Don't forget to add your favorite foods!


----------



## frogparty

cucumber slices 
avocado skins
zucchini slices
carrots(whole)
madrona bark


----------



## Bcs TX

What about catfood for iso's?
Also, I feed mango to my woodlice, they really bloom.


----------



## earthfrog

I would also add to try to use organic sources to reduce incidence of strong pesticides on the skin of a fruit or veggie.


----------



## frogboy

Bcs TX said:


> What about catfood for iso's?
> Also, I feed mango to my woodlice, they really bloom.

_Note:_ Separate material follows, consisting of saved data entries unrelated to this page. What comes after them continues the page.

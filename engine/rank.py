"""Judge every part of a shelf under one requirement and order them."""

import os
from collections.abc import Callable, Mapping
from concurrent.futures import ThreadPoolExecutor
from dataclasses import dataclass
from functools import lru_cache
from typing import Any

import numpy as np
from numpy.typing import NDArray

from .desirability import DEFAULT_WEIGHTS, criteria, overall
from .duty import duties
from .duty.base import Judged
from .evidence import Evidence
from .prepared import Prepared, prepare
from .ranking import CheckColumn, Ranking, Status, Verdict
from .requirement import Requirement
from .shelf import Shelf

Floats = NDArray[np.float64]
BLOCK = 25_000  # parts judged at once, one block a processor

__all__ = ["DEFAULT_WEIGHTS", "Cancelled", "prepared", "rank"]


class Cancelled(Exception):
    """The caller no longer wants the ranking."""


@lru_cache(maxsize=4)
def prepared(shelf: Shelf) -> Prepared:
    """What every requirement needs of `shelf`, worked out once a shelf."""
    return prepare(shelf)


@lru_cache(maxsize=4)
def _worth_judging(ready: Prepared, mask: bytes) -> Prepared:
    """The parts of a mask, kept from one ranking to the next: of a polarity they are always the same."""
    return ready.take(np.flatnonzero(np.frombuffer(mask, dtype=np.bool_)))


def rank(
    requirement: Requirement,
    shelf: Shelf,
    *,
    weights: Mapping[str, float] | None = None,
    network: Mapping[str, float] | None = None,
    cancelled: Callable[[], bool] = lambda: False,
) -> Ranking:
    """The ranking of `shelf`; with `network` (the duty's names, SI) judge that network instead of choosing one.

    Raises Cancelled between two blocks of parts once `cancelled` says so.
    """
    duty = duties()[requirement.duty]
    ready = prepared(shelf)
    mask = duty.eligible(requirement, ready)
    worth, ready = np.flatnonzero(mask), _worth_judging(ready, mask.tobytes())

    pieces = max(round(len(worth) / BLOCK), 1)
    edges = np.linspace(0, len(worth), pieces + 1).astype(int).tolist()

    def judge(start: int, end: int) -> _Block:
        if cancelled():
            raise Cancelled
        judged = duty.judge(requirement, ready.take(slice(start, end)), network)
        return _block(judged)

    if pieces == 1:
        blocks = [judge(0, len(worth))]
    else:  # numpy lets go of the interpreter's lock while it computes
        with ThreadPoolExecutor(max_workers=os.cpu_count()) as pool:
            blocks = list(pool.map(judge, edges, edges[1:]))
    return _ranking(requirement, shelf, blocks, worth, weights or {})


@dataclass(frozen=True, eq=False)
class _Block:
    """Some parts judged, without their terms."""

    columns: tuple[CheckColumn, ...]
    decided: tuple[NDArray[np.int8], NDArray[np.int8], NDArray[np.int16], Floats]
    network: Mapping[str, Floats]
    bounds: Mapping[str, Floats]
    size: Floats


def _block(judged: Judged) -> _Block:
    """What was judged, with what was judged again in its place."""
    columns = tuple(one.column() for one in judged.outcomes)
    for places, better in judged.again:
        for column, other in zip(columns, (one.column() for one in better.outcomes), strict=True):
            for name in ("value", "limit", "headroom", "status", "evidence"):
                getattr(column, name)[places] = getattr(other, name)
        for mine, theirs in ((judged.network, better.network), (judged.bounds, better.bounds)):
            for name, values in theirs.items():
                mine[name][places] = values
    return _Block(columns, decide(columns), judged.network, judged.bounds, judged.size)


def _ranking(
    req: Requirement, shelf: Shelf, blocks: list[_Block], worth: NDArray[np.intp], weights: Mapping[str, float]
) -> Ranking:
    spread = _Spread(len(shelf), worth)
    columns = tuple(_whole([block.columns[i] for block in blocks], spread) for i in range(len(blocks[0].columns)))
    network = {name: spread([b.network[name] for b in blocks], np.nan) for name in blocks[0].network}
    bounds = {name: spread([b.bounds[name] for b in blocks], np.nan) for name in blocks[0].bounds}
    verdict = spread([b.decided[0] for b in blocks], np.int8(Verdict.FAILS))
    evidence = spread([b.decided[1] for b in blocks], np.int8(Evidence.MISSING))
    structure = next((i for i, one in enumerate(columns) if one.name == "structure"), 0)
    worst = spread([b.decided[2] for b in blocks], np.int16(structure))
    headroom = spread([b.decided[3] for b in blocks], 0.0)
    size = spread([b.size for b in blocks], np.nan)
    wanted = criteria(columns, headroom, evidence, size, shelf, req.number("choice.quantity"))
    score = overall(wanted, {**DEFAULT_WEIGHTS, **weights})
    score = np.where(verdict <= Verdict.FITS_ON_TYPICALS, score, 0.0)
    closeness = np.where(np.isnan(headroom), -1.0, headroom)
    order = np.lexsort((shelf.alphabetical, -np.minimum(closeness, 1e6), -score, verdict))
    return Ranking(
        req, req.word("choice.derating") or "none", shelf, columns, network, bounds, verdict, evidence, worst, headroom,
        score, wanted, order,
    )  # fmt: skip


class _Spread:
    """Puts the columns of the parts that were judged back among all parts."""

    def __init__(self, n: int, rows: NDArray[np.intp]) -> None:
        self.n, self.rows = n, rows

    def __call__(self, pieces: list[Any], elsewhere: Any) -> Any:
        joined = pieces[0] if len(pieces) == 1 else np.concatenate(pieces)
        if len(joined) == self.n:
            return joined
        whole = np.full(self.n, elsewhere, dtype=joined.dtype)
        whole[self.rows] = joined
        return whole


def _whole(pieces: list[CheckColumn], spread: _Spread) -> CheckColumn:
    """A check over all parts; those of the wrong kind fail the question of structure and are asked no other."""
    first = pieces[0]
    wrong_kind = first.name == "structure"
    elsewhere = {
        "value": 0.0 if wrong_kind else np.nan,
        "limit": 1.0 if wrong_kind else np.nan,
        "headroom": 0.0 if wrong_kind else np.nan,
        "status": np.int8(Status.FAIL if wrong_kind else Status.UNKNOWN),
        "evidence": np.int8(Evidence.GUARANTEED if wrong_kind else Evidence.MISSING),
    }
    arrays = [spread([getattr(one, name) for one in pieces], value) for name, value in elsewhere.items()]
    return CheckColumn(first.name, first.question, first.unit, *arrays)


def decide(
    columns: tuple[CheckColumn, ...],
) -> tuple[NDArray[np.int8], NDArray[np.int8], NDArray[np.int16], Floats]:
    """Verdict, weakest evidence, index of the deciding check and its headroom, for all parts.

    The deciding check is the failing one with the least headroom, else the first that is unknown, else the
    tightest.
    """
    status = np.stack([column.status for column in columns])
    headroom = np.stack([column.headroom for column in columns])
    failing = status == Status.FAIL
    unknown = status == Status.UNKNOWN
    evidence = np.max(np.stack([column.evidence for column in columns]), axis=0)
    verdict = np.where(evidence >= Evidence.TYPICAL, Verdict.FITS_ON_TYPICALS, Verdict.FITS)
    verdict = np.where(unknown.any(axis=0), Verdict.CANNOT_SAY, verdict)
    verdict = np.where(failing.any(axis=0), Verdict.FAILS, verdict).astype(np.int8)
    tightness = np.where(np.isnan(headroom), np.inf, headroom)
    tightness = np.where(failing, tightness - 1e9, np.where(unknown, -1e6, tightness))
    worst = np.argmin(tightness, axis=0).astype(np.int16)
    decisive = np.take_along_axis(headroom, worst[None, :].astype(np.intp), 0)[0]
    return verdict, evidence.astype(np.int8), worst, decisive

Catfood would probably be good as long as you got high quality. You want to avoid cheap fillers. I have to wonder if you used a fishy catfood if it would get really smelly. As for the mango, I don't think i can snatch any from my dad. Maybe he will give up the skin and seeds though...


----------



## Jeff

In addition to vegetable peelings, I give my isopods rep-cal with a little brewers yeast mixed in.


----------



## Lunar Gecko

Couscous is a great mine live off it and a few drops of crested gecko diet once in a while.


----------



## salix

I feed mine tropical fish flakes. They get so excited about it, literally when I feed my cultures you can see them pick up a large flake and carry it off.

Deb


----------



## Ross

salix said:


> I feed mine tropical fish flakes. They get so excited about it, literally when I feed my cultures you can see them pick up a large flake and carry it off.
> 
> Deb


FWIW...I think I remember reading that fish flakes can introduce mites (they contain the eggs) but that might only be a problem with springtail cultures.


----------



## Pumilo

Ross said:


> FWIW...I think I remember reading that fish flakes can introduce mites (they contain the eggs) but that might only be a problem with springtail cultures.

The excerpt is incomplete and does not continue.